Local, Bioregional and Global Outreach
“A growing number of people are recognizing that in order to secure the clean air, water and food that we need to healthfully survive, we have to become guardians of the places where we live. People sense the loss in not knowing their neighbours and natural surroundings, and are discovering that the best way to take care of themselves and to get to know neighbours, is to protect and restore their region.” First Continental Bioregional Congress
Building community is one of the most crucial tasks that every group, intentional or local community should undertake to enable the collective being that animates it to express itself with all its power in a rich and transforming vision. But is there an end to the community building process?
Does it end with the original group which then competes with other groups for resources, knowledge or an even more dominant position in the market, in society and in the world? Certainly not!
While many early ecovillage projects saw themselves as ‘lifeboats’ of a civilisational shipwreck, almost all of them understand how impossible this isolationist scenario is. We must create a sustainable, thriving and regenerative future for all, where nobody is left behind, or we will not succeed as a species in the planetary era. Consequently, most mature ecovillages in the world have, over the last two decades, developed extensive outreach projects in their local regions. They have learned to speak the language and build partnerships with their regional and national governments and through the Global Ecovillage Network (GEN) have even become a consultative influence as NGOs reporting into and supporting the United Nations process.
Jonathan Dawson, former president of GEN, has offered a new metaphor for ecovillages, from lifeboats to “yoghurt culture”, transforming the milk or their regions into nutritious yoghurt. Another way of expressing this is that ecovillage and sustainable community culture spreads like a health-generating virus, spreading infectious health.
It is now accepted that it is impossible to create or sustain a sustainable community in isolation and that many of the synergies and win-win design solutions that define regenerative cultures can only happen at a regional scale. So although we need to start with sustainable communities, the process does not end there. Eventually, when a group is formed and begins to collaborate effectively, there is a need to expand the community vision beyond the original group, seeking ways to connect with other groups in the regional and/or global networks — including under-represented minority groups or non-human species.

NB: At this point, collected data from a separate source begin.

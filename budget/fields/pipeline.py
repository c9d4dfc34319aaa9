"""`open_fields`: gridded input to canonical, lazy, SI `Fields`, as a short list of stages.

    open      budget.fields.opening   paths → raw dataset (format table; files reconciled)
    grid      budget.fields.grid      latitude, longitude, time; the canonical orientation
    roles     budget.fields.roles     which variable plays which role (budget.catalogue)
    levels    budget.fields.levels    pressure or hybrid sigma-pressure levels, top first
    units     budget.fields.convert   canonical variables in SI (each file's own units)
    orient    (here)                  lat ascending, lon ascending, levels top first
    times     budget.fields.times     decoded, sorted, windowed, chunked
    humidity  budget.fields.moisture  q from another humidity form, when needed
    checks    budget.fields.checks    a cheap sample against wrong unit labels

Nothing here loads the data: orientation changes are lazy ``isel`` and unit conversions are
arithmetic on dask arrays.  Every problem the user can fix is a `budget.errors.FieldsError`
with one sentence naming the variable, the file and the fix.
"""

from __future__ import annotations

from dataclasses import dataclass

import numpy as np
import xarray as xr

from .. import humidity
from ..catalogue import COLUMN_ROLES, LEVEL_ROLES
from ..errors import RequestError
from ..vertical import PressureLevels
from . import checks, convert, gridwinds, moisture, opening, roles, times
from .grid import Orientation, find_grid, indexer, orientation
from .levels import Levels, read_levels
from .model import Fields


@dataclass(frozen=True)
class Request:
    """What the caller asked for (see `open_fields`)."""

    var_map: dict
    units: dict
    start: object = None
    end: object = None
    chunks: object = None
    rh_reference: str | None = None


def open_fields(paths, var_map: dict | None = None, units: dict | None = None,
                start=None, end=None, chunks=None, rh_reference: str | None = None) -> Fields:
    """Open gridded input and return canonical `Fields` (lazy; only a small sample is read).

    paths:   a NetCDF file, a glob, a list of files, a Zarr store directory, or an open
             xarray.Dataset.
    var_map: {role: variable name}, overriding detection; roles in budget.catalogue
             (u, v, q, ps, qu, qv, w, the optional ones, and the humidity forms mr, rh, td,
             vp with t).
    units:   {role or variable name: unit}, overriding a missing or wrong units attribute;
             also "level" (pressure levels), "p0" and "ap" (hybrid coefficients).
    start, end: ISO 8601 times bounding the window (inclusive).
    chunks:  dask chunks passed to xarray; by default about 64 MiB per chunk, split in time.
    rh_reference: what relative humidity is relative to when q is derived from it: "water",
             "ice" (below 0 degC) or "mixed" (the ECMWF IFS blend, as ERA5's r is defined);
             None reads the variable's attributes (ice when they say so, else water).
    """
    if rh_reference is not None and rh_reference not in humidity.RH_REFERENCES:
        raise RequestError(
            f"The relative-humidity reference {rh_reference!r} is not known; choose one of "
            f"{', '.join(humidity.RH_REFERENCES)} (--rh-reference)."
        )
    req = Request(dict(var_map or {}), dict(units or {}), start, end, chunks, rh_reference)
    src = opening.open_source(paths, req.chunks)                              # open
    raw, where, notes = src.ds, src.where, list(src.notes)
    g = find_grid(raw, where)                                                 # grid
    choice = roles.choose_roles(raw, g, req.var_map, req.units, where)        # roles
    lev = (read_levels(raw, choice.vdim, choice.found["u"], req.units, where)  # levels
           if choice.kind == "levels" else None)
    extra = roles.optional_roles(
        raw, choice, req.var_map, g, where, notes,
        lambda key, name: None if key in convert.RAW_UNITS
        else convert.conversion(key, name, raw[name], req.units, where))
    canon = convert.canonical(raw, g, choice, extra, req.units, where,      # units
                              defer=src.deferred is not None)
    orient = orientation(raw, g, where)
    notes += (lev.notes if lev else []) + canon.notes + orient.notes
    ds, column_ds = (_orient(d, orient, lev, choice.vdim) for d in (canon.ds, canon.column_ds))
    ds, column_ds, tvals = _times(raw, g, ds, column_ds, src, canon, req, where, notes)  # times
    if orient.native is not None:                                             # winds
        ds, column_ds = (gridwinds.to_earth(d, raw, {**choice.found, **choice.column}, orient.native, where, notes)
                         for d in (ds, column_ds))
    derived = {}
    if choice.humidity:                                                       # humidity
        checks.humidity_forms(ds, choice.humidity, where)
        phase = _rh_phase(raw, choice.humidity, req.rh_reference)
        ds, derived["q"] = moisture.derive_q(ds, choice.humidity, lev.vertical, phase)
    if req.rh_reference is not None and "rh" not in choice.humidity:
        notes.append(f"The relative-humidity reference '{req.rh_reference}' has no effect: {where} "
                     "gives humidity in another form than relative humidity.")
    found = dict(choice.found)
    if choice.humidity:
        found["q"] = "+".join(choice.humidity.values())
    ds.attrs = {"kind": choice.kind, "input_files": "; ".join(src.files),
                "roles": ", ".join(f"{r}={s}" for r, s in found.items())}
    if column_ds is not None:
        column_ds.attrs = {"kind": "column", "input_files": "; ".join(src.files)}
    checks.plausible(ds, found, where)                                        # checks
    needed = LEVEL_ROLES if choice.kind == "levels" else COLUMN_ROLES
    return Fields(
        ds=ds, kind=choice.kind, vertical=lev.vertical if lev else None,
        roles={r: found[r] for r in needed}, files=list(src.files), periodic=orient.periodic,
        lat=np.asarray(ds["lat"].values), lon=np.asarray(ds["lon"].values),
        times=np.asarray(ds["time"].values).astype("datetime64[ns]"), warnings=notes,
        column_ds=column_ds, column_roles=canon.column_roles, extra_roles=canon.extra_roles,
        derived=derived, native_grid=orient.native,
    )


def _orient(d: xr.Dataset | None, o: Orientation, lev: Levels | None, vdim) -> xr.Dataset | None:
    """The orient stage: canonical order and coordinates of one canonical dataset."""
    if d is None:
        return None
    isel = dict(o.isel)
    if lev is not None and not np.array_equal(lev.order, np.arange(lev.order.size)):
        isel["level"] = lev.order
    if isel:
        d = d.isel({k: indexer(v) for k, v in isel.items() if k in d.dims})
    coords = gridwinds.coords(o.native) if o.native is not None else {
        "lat": ("lat", o.lat, {"units": "degrees_north", "standard_name": "latitude",
                               "long_name": "latitude"}),
        "lon": ("lon", o.lon, {"units": "degrees_east", "standard_name": "longitude",
                               "long_name": "longitude"}),
    }
    if "level" in d.dims:
        if isinstance(lev.vertical, PressureLevels):
            coords["level"] = ("level", np.asarray(lev.vertical.p, float), {
                "units": "Pa", "standard_name": "air_pressure",
                "long_name": "pressure level", "positive": "down"})
        else:
            coords["level"] = ("level", np.asarray(lev.values), {
                "long_name": f"hybrid sigma-pressure level (values of '{vdim}')",
                "positive": "down"})
    return d.assign_coords(coords)


def _times(raw, g, ds, column_ds, src, canon, req: Request, where, notes):
    """The times stage: a time axis (decoded, sorted), the window, then dask chunks."""
    deferred = src.deferred
    pair = [ds, column_ds]
    if g.time_dim is None:
        tvals = times.single_time(raw, where, notes)
        if deferred is not None:
            pair = [convert.apply_deferred(d, {}, canon.deferred) for d in pair]
            deferred = None
        pair = [d.expand_dims(time=tvals) if d is not None else None for d in pair]
    else:
        tvals, order = times.sorted_times(raw, g.time_dim, where, notes)
        tattrs = {"long_name": "time", "standard_name": "time"}
        pair = [d.assign_coords(time=("time", tvals, tattrs if i == 0 else {}))
                if d is not None else None for i, d in enumerate(pair)]
        if order is not None:
            pair = [d.isel(time=order) if d is not None else None for d in pair]
            tvals = tvals[order]
    for d in pair:
        if d is not None:
            for r in d.data_vars:
                d[r] = d[r].transpose(*[x for x in convert.CANONICAL_ORDER if x in d[r].dims])
    if req.start is not None or req.end is not None:
        idx = times.window_index(tvals, req.start, req.end, where)
        pair = [d.isel(time=idx) if d is not None else None for d in pair]
        tvals = tvals[idx]
    if deferred is not None:
        n = next(iter(deferred.values()), None)
        tchunks = {"time": int(n)} if n and "time" in pair[0].dims else {}
        pair = [convert.apply_deferred(d, tchunks, canon.deferred) for d in pair]
    return pair[0], pair[1], tvals


def _rh_phase(raw, forms: dict, asked: str | None) -> str:
    """The saturation reference of relative humidity: the caller's, else the variable's own
    attributes (budget.humidity.phase_of), else water."""
    if "rh" not in forms:
        return "water"
    return asked if asked is not None else humidity.phase_of(raw[forms["rh"]].attrs)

As the group expands its spatial horizons from the local to the regional to the global, it will also expand its temporal horizons to its ancestors who left a rich legacy and whose traditional wisdom might hold at least part of the key to a regenerative and thriving future. In becoming conscious of who we are working for — less for ourselves and more for the yet unborn future generations — we are reconnecting with the ancient wisdom of how to live wisely on this Earth.
- A horizontal dimension where we create living networks with other groups, other projects and other communities in our local, regional, and/or global environment.

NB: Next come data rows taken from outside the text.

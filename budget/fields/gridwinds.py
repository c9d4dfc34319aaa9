"""Projected-grid stage of budget.fields: canonical coordinates of a grid with a CF grid
mapping, and its winds (or vapour fluxes) turned earth-relative (budget.gridmap).

Canonical fields on such a grid have dims (time, [level,] y, x): `y`, `x` are the native
coordinates (ascending), `lat`, `lon` the 2-D latitude and longitude of the cell centres.
"""

from __future__ import annotations

import numpy as np
import xarray as xr

from ..gridmap import earth_relative, wind_frame

#: Vector roles as (eastward, northward) pairs.
PAIRS = (("u", "v"), ("qu", "qv"), ("tu", "tv"))


def coords(native) -> dict:
    """The canonical coordinates of a projected grid."""
    units = native.mapping.native_units
    return {
        "y": ("y", native.y, {"units": units, "long_name": "native y coordinate of the grid mapping"}),
        "x": ("x", native.x, {"units": units, "long_name": "native x coordinate of the grid mapping"}),
        "lat": (("y", "x"), native.lat, {"units": "degrees_north", "standard_name": "latitude"}),
        "lon": (("y", "x"), native.lon, {"units": "degrees_east", "standard_name": "longitude"}),
    }


def to_earth(ds: xr.Dataset | None, raw: xr.Dataset, sources: dict, native, where: str, notes: list):
    """Vector pairs along the grid axes rotated to east and north (lazy, dask-backed)."""
    if ds is None:
        return None
    alpha = None
    for east, north in PAIRS:
        if east not in ds or north not in ds:
            continue
        frames = {wind_frame(raw[sources[k]], where) for k in (east, north) if k in sources}
        if frames != {"grid"}:
            continue
        if alpha is None:
            alpha = xr.DataArray(native.metric().alpha, dims=("y", "x"))
        attrs = (dict(ds[east].attrs), dict(ds[north].attrs))
        if ds[east].chunks is None:
            ds = ds.chunk({d: -1 for d in ("y", "x") if d in ds.dims})
        ue, vn = earth_relative(ds[east], ds[north], alpha)
        ds[east], ds[north] = ue.transpose(*ds[east].dims), vn.transpose(*ds[north].dims)
        ds[east].attrs, ds[north].attrs = attrs
        for k, a in ((east, attrs[0]), (north, attrs[1])):
            ds[k].attrs["method_detail"] = "rotated from grid-relative to earth-relative components"
        notes.append(
            f"'{sources[east]}' and '{sources[north]}' are along the grid axes; turned to east and north by the "
            f"local angle of the grid ({np.degrees(np.abs(alpha.values)).max():.1f}° at most)"
        )
    return ds
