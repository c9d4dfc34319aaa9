"""The result of budget.fields.open_fields: canonical, lazy gridded input (`Fields`)."""

from __future__ import annotations

from dataclasses import dataclass, field

import numpy as np
import pandas as pd
import xarray as xr

from ..vertical import HybridLevels, PressureLevels


@dataclass
class Fields:
    """Canonical gridded input.

    ``ds`` holds the roles of ``kind`` on dims (time, level, lat, lon) or (time, lat, lon),
    SI units, lat ascending, lon ascending, levels top first.  When a level input also carries
    the column variables (qu, qv, w), they are kept in ``column_ds`` (same grid and times) with
    their sources in ``column_roles``; otherwise ``column_ds`` is None.
    """

    ds: xr.Dataset
    kind: str
    vertical: PressureLevels | HybridLevels | None
    roles: dict
    files: list
    periodic: bool
    lat: np.ndarray
    lon: np.ndarray
    times: np.ndarray
    warnings: list = field(default_factory=list)
    column_ds: xr.Dataset | None = None
    column_roles: dict = field(default_factory=dict)
    extra_roles: dict = field(default_factory=dict)  # optional roles found (OPTIONAL_ROLES)
    #: how a derived role was obtained, e.g. {"q": "from relative humidity 'r' and ..."}
    derived: dict = field(default_factory=dict)
    #: a projected grid (budget.gridmap.ProjectedGrid; lat/lon are then 2-D), else None
    native_grid: object = None

    def describe(self) -> str:
        """A few lines for command-line summaries."""
        lines = []
        src = ", ".join(f"{r}={s}" for r, s in self.roles.items())
        lines.append(f"{self.kind} input: {src}")
        if isinstance(self.vertical, PressureLevels):
            p = np.asarray(self.vertical.p) / 100.0
            lines.append(
                f"vertical: {p.size} pressure levels, {_fmt(p[0])} to {_fmt(p[-1])} hPa"
            )
        elif isinstance(self.vertical, HybridLevels):
            n = len(self.vertical.b_interface) - 1
            a = np.asarray(self.vertical.a_interface_pa, float)
            b = np.asarray(self.vertical.b_interface, float)
            lines.append(
                f"vertical: {n} hybrid sigma-pressure levels, top interface "
                f"{_fmt(a[0] / 100.0)} hPa + {_fmt(b[0])} ps, bottom "
                f"{_fmt(a[-1] / 100.0)} hPa + {_fmt(b[-1])} ps"
            )
        if self.native_grid is not None:
            lines.append(f"grid: {self.native_grid.shape[0]} x {self.native_grid.shape[1]} cells of "
                         f"{self.native_grid.mapping.describe()}, {self.native_grid.extent_text()[2:]}")
            return self._describe_rest(lines)
        nlat, nlon = self.lat.size, self.lon.size
        dlat = spacing(self.lat)
        dlon = spacing(self.lon)
        lines.append(
            f"grid: {nlat} lat x {nlon} lon ({_fmt(dlat)} x {_fmt(dlon)} deg), "
            f"lat {_fmt(self.lat[0])} to {_fmt(self.lat[-1])}, "
            f"lon {_fmt(self.lon[0])} to {_fmt(self.lon[-1])}"
            + (" (global, periodic)" if self.periodic else "")
        )
        return self._describe_rest(lines)

    def _describe_rest(self, lines: list) -> str:
        t = self.times
        if t.size and not np.isnat(t[0]):
            step = ""
            if t.size > 1:
                step = f", step {_fmt_step(pd.Timedelta(np.median(np.diff(t))))}"
            lines.append(
                f"time: {t.size} steps, {iso(t[0])} to {iso(t[-1])}{step}"
            )
        else:
            lines.append("time: 1 step, no time in the file")
        for r, how in self.derived.items():
            lines.append(f"{r} derived {how}")
        if self.extra_roles:
            lines.append("also: " + ", ".join(f"{r}={s}" for r, s in self.extra_roles.items()))
        if self.column_ds is not None:
            lines.append(
                "also column fields: "
                + ", ".join(f"{r}={s}" for r, s in self.column_roles.items())
            )
        nf = len(self.files)
        if nf:
            lines.append(f"files: {nf} ({self.files[0]}{' ...' if nf > 1 else ''})")
        for w in self.warnings:
            lines.append(f"warning: {w}")
        return "\n".join(lines)


def _fmt(x) -> str:
    return f"{float(x):g}"


def iso(t) -> str:
    return pd.Timestamp(t).isoformat()


def _fmt_step(dt: pd.Timedelta) -> str:
    secs = dt.total_seconds()
    for size, unit in ((86400, "day"), (3600, "h"), (60, "min")):
        if secs >= size and secs % size == 0:
            n = int(secs // size)
            return f"{n} {unit}{'s' if unit == 'day' and n > 1 else ''}"
    return f"{secs:g} s"


def spacing(x: np.ndarray) -> float:
    return float(np.median(np.diff(x))) if x.size > 1 else float("nan")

- A vertical dimension where we acknowledge our vital connection with history, with all living beings that were here before us and with all living beings that will be hereafter us.
In the design framework that supports Gaia Education’s approach to design for sustainability, we call this awareness and conscious co-creation across multiple spatial scales (local, regional, global) and temporal scales (the distant past, the present and the future) scale-linking design. While we engage in sustainable community design to take a stance and offer practical solutions in the transition towards a sustainable human presence on Earth, many of the patterns and processes we need to create in this transition cannot be created at the scale of a small human community of a few dozen or a few hundred people. They require collaboration between communities to create these patterns at a local bioregional scale.
Just as the ecovillage culture has changed its metaphor from ‘lifeboats’ to transformative “yoghurt culture”, most sustainable community and ecovillage initiatives understand that to chase the dream of complete and isolated self-sufficiency, so popular among the hippies of the 1970s, is a mistaken and impossible goal. In many ways this goal goes hand-in-hand with the story of separation and ‘lifeboat’ thinking. As the cultural narrative of the story of interbeing is recognised, regional, national and global interdependence becomes more easily understood. Thus it is important to design and build scale-linked structures of increased local and regional ‘self-reliance’ to meet basic needs within thriving regional economies that are elegantly adapted to the bio-cultural opportunities and challenges of their particular region.
A sustainable human civilisation will emerge from the collaboration of diverse and regionally-adapted regenerative cultures. These cultures will have a certain level of regional self-reliance with regard to basic needs such as food, energy, education, health care and material goods. Their material cultures will be primarily but not exclusively based on regional production for regional consumption, enabled by renewable-energy, and circular economies that use regenerative regional bio-productivity, rather than fossil materials and fuels, as their resource base. Just as life is structured as networks within networks linking across scales, a sustainable human presence on Earth will emerge from collaborative networks of communities at bioregional, national and global levels.